US pharmaceutical company Merck & Co Inc (NYSE:MRK), known as MSD outside the US and Canada, announced on Thursday that it has discontinued two Phase 3 clinical trials, KEYNOTE-867 and KEYNOTE-630, based on independent Data Monitoring Committee (DMC) recommendations.

KEYNOTE-867 evaluated KEYTRUDA (pembrolizumab) in combination with stereotactic body radiotherapy (SBRT) for stage I or II non-small cell lung cancer (NSCLC). The DMC recommended discontinuation due to a lack of improvement in event-free survival (EFS) or overall survival (OS) compared to placebo plus SBRT. Additionally, KEYTRUDA in combination with SBRT was associated with higher rates of adverse events (AEs), including AEs leading to death, compared with SBRT and placebo.

KEYNOTE-630 evaluated KEYTRUDA for the adjuvant treatment of high-risk locally advanced cutaneous squamous cell carcinoma (cSCC) following surgery and radiation.
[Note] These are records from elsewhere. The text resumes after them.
"""One branch graph from the union of every chunk's core skeleton voxels, split into components.

Each skeleton voxel belongs to exactly one chunk core, so the union of the cores' voxels is the skeleton
of the whole volume, in global indices; :func:`vesselgeom.graph.build_graph_from_coords` links voxels
across chunk seams like any other neighbours. Components are the connected parts of the branch graph
(nodes joined by branches; a ring is a component of its own), numbered 1, 2, ... in raster order of
their first skeleton voxel, and pruned one by one like the in-memory pipeline's components.
"""

from __future__ import annotations

from dataclasses import dataclass, field

import numpy as np
from scipy import sparse
from scipy.sparse.csgraph import connected_components

from vesselgeom import labelling
from vesselgeom.chunked.allocator import prefer_mmap
from vesselgeom.chunked.sources import LazyVolume
from vesselgeom.graph import Branch, SkeletonGraph, build_graph_from_coords
from vesselgeom.radius import BoundaryDistance

__all__ = ["SkeletonVoxels", "ComponentGraph", "split_components", "junction_radii", "branch_max_radius"]


@dataclass(frozen=True)
class SkeletonVoxels:
    """All core skeleton voxels, sorted in raster order, with their radius (mm) and image-edge flag.

    ``keys`` are the voxels' flat indices in ``shape`` (sorted), for lookups.
    """

    coords: np.ndarray
    radius: np.ndarray
    at_edge: np.ndarray
    shape: tuple[int, int, int]
    keys: np.ndarray

    @staticmethod
    def union(parts: list, shape: tuple[int, int, int]) -> SkeletonVoxels:
        """Concatenate :class:`~vesselgeom.chunked.thinning.CoreSkeleton` parts, raster-sorted."""
        coords = np.concatenate([p.coords for p in parts]) if parts else np.zeros((0, 3), np.int32)
        radius = np.concatenate([p.radius for p in parts]) if parts else np.zeros(0, np.float32)
        edge = np.concatenate([p.at_edge for p in parts]) if parts else np.zeros(0, bool)
        keys = np.ravel_multi_index(coords.T.astype(np.int64), shape)
        order = np.argsort(keys, kind="stable")
        return SkeletonVoxels(coords[order], radius[order], edge[order], shape, keys[order])

    def flat(self, ijk: np.ndarray) -> np.ndarray:
        """Flat indices of (n, 3) integer voxels."""
        return np.ravel_multi_index(np.asarray(ijk, np.int64).reshape(-1, 3).T, self.shape)

    def lookup(self, ijk: np.ndarray) -> np.ndarray:
        """Positions in ``coords`` of (n, 3) integer voxels; -1 for voxels that are not skeleton."""
        q = self.flat(ijk)
        if not len(self.keys):
            return np.full(len(q), -1)
        pos = np.minimum(np.searchsorted(self.keys, q), len(self.keys) - 1)
        return np.where(self.keys[pos] == q, pos, -1)


@dataclass
class ComponentGraph:
    """One connected component of the stitched branch graph.

    ``graph`` holds the component's nodes (original ids) and branches (original relative order);
    ``first`` is the flat index of its first skeleton voxel (the numbering key); ``at_edge``: the
    component touches the image edge; ``node_ids`` maps graph node ids to the 1-based ids of the tables
    (filled when the tables are planned).
    """

    component_id: int
    graph: SkeletonGraph
    first: int
    at_edge: bool
    node_ids: dict[int, int] = field(default_factory=dict)


def _chain_rows(b: Branch, nodes: dict) -> np.ndarray:
    """The branch's own voxels: its path less the junction centres added at its ends."""
    lo = 1 if b.start is not None and nodes[b.start].kind == "junction" else 0
    hi = len(b.path) - (1 if b.end is not None and nodes[b.end].kind == "junction" else 0)
    return np.rint(b.path[lo:hi]).astype(np.int64)


def split_components(voxels: SkeletonVoxels) -> list[ComponentGraph]:
    """Build the graph of all skeleton voxels and split it into numbered components (not yet pruned)."""
    graph = build_graph_from_coords(voxels.coords, voxels.shape)
    node_ids = sorted(graph.nodes)
    index = {nid: i for i, nid in enumerate(node_ids)}
    n_nodes = len(node_ids)
    n = n_nodes + len(graph.branches)  # every branch is an item too, so rings get a component
    rows, cols = [], []
    for k, b in enumerate(graph.branches):
        for nid in (b.start, b.end):
            if nid is not None:
                rows.append(n_nodes + k)
                cols.append(index[nid])
    adj = sparse.coo_matrix((np.ones(len(rows)), (rows, cols)), shape=(n, n))
    _, lab = connected_components(adj, directed=False)
    first = np.full(lab.max() + 1 if n else 0, np.iinfo(np.int64).max)
    edge = np.zeros(len(first), bool)
    for nid in node_ids:
        flat = voxels.flat(graph.nodes[nid].voxels)
        c = lab[index[nid]]
        first[c] = min(first[c], int(flat.min()))
        pos = voxels.lookup(graph.nodes[nid].voxels)
        edge[c] |= bool(voxels.at_edge[pos[pos >= 0]].any())
    for k, b in enumerate(graph.branches):
        own = _chain_rows(b, graph.nodes)
        c = lab[n_nodes + k]
        if len(own):
            first[c] = min(first[c], int(voxels.flat(own).min()))
            pos = voxels.lookup(own)
            edge[c] |= bool(voxels.at_edge[pos[pos >= 0]].any())
    used = np.unique(lab[n_nodes:]) if graph.branches else np.zeros(0, int)
    order = sorted(used.tolist(), key=lambda c: first[c])
    number = {c: i + 1 for i, c in enumerate(order)}
    parts = {c: SkeletonGraph() for c in order}
    for nid in node_ids:
        c = lab[index[nid]]
        if c in parts:
            parts[c].nodes[nid] = graph.nodes[nid]
    for k, b in enumerate(graph.branches):
        parts[lab[n_nodes + k]].branches.append(b)
    return [ComponentGraph(number[c], parts[c], int(first[c]), bool(edge[c])) for c in order]


def branch_max_radius(b: Branch, nodes: dict, voxels: SkeletonVoxels) -> float:
    """Largest radius (mm) at the branch's voxels and at the voxels of its end nodes."""
    pieces = [_chain_rows(b, nodes)] + [nodes[n].voxels for n in (b.start, b.end) if n is not None]
    pos = voxels.lookup(np.concatenate(pieces).reshape(-1, 3))
    r = voxels.radius[pos[pos >= 0]]
    return float(r.max()) if r.size else 0.0


def junction_radii(
    vol: LazyVolume,
    positions: np.ndarray,
    margins: np.ndarray,
    *,
    fill_holes: bool,
) -> np.ndarray:
    """Radius (mm) at index positions from one sub-volume around them.

    The box covers every position plus its margin (voxels, at least the radius there plus a few voxels,
    so each point's nearest background voxel lies inside); :class:`vesselgeom.radius.BoundaryDistance` is
    built on it as on a component's crop in memory.
    """
    prefer_mmap()  # also in worker processes of a distributed cluster
    positions = np.asarray(positions, float).reshape(-1, 3)
    margins = np.asarray(margins, int).reshape(-1)
    lo = np.floor((positions - margins[:, None]).min(axis=0)).astype(int)
    hi = np.ceil((positions + margins[:, None]).max(axis=0)).astype(int) + 1
    m = vol.read_box(lo, hi)
    if fill_holes:
        m = labelling.fill_holes(m)
    aff = vol.affine.copy()
    aff[:3, 3] = vol.affine[:3, :3] @ lo + vol.affine[:3, 3]
    return BoundaryDistance(m, aff).at_index(positions - lo)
The DMC recommended discontinuation due to a lack of statistical significance in recurrence-free survival (RFS). OS was not formally tested, but at the time of the analysis the results did not favour KEYTRUDA compared to placebo. The safety profile of KEYTRUDA in this trial was consistent with its established safety profile.

Merck has informed study investigators and advised patients to discuss next steps with their physicians. Data analyses for both trials are ongoing and will be shared with the scientific community and regulatory agencies.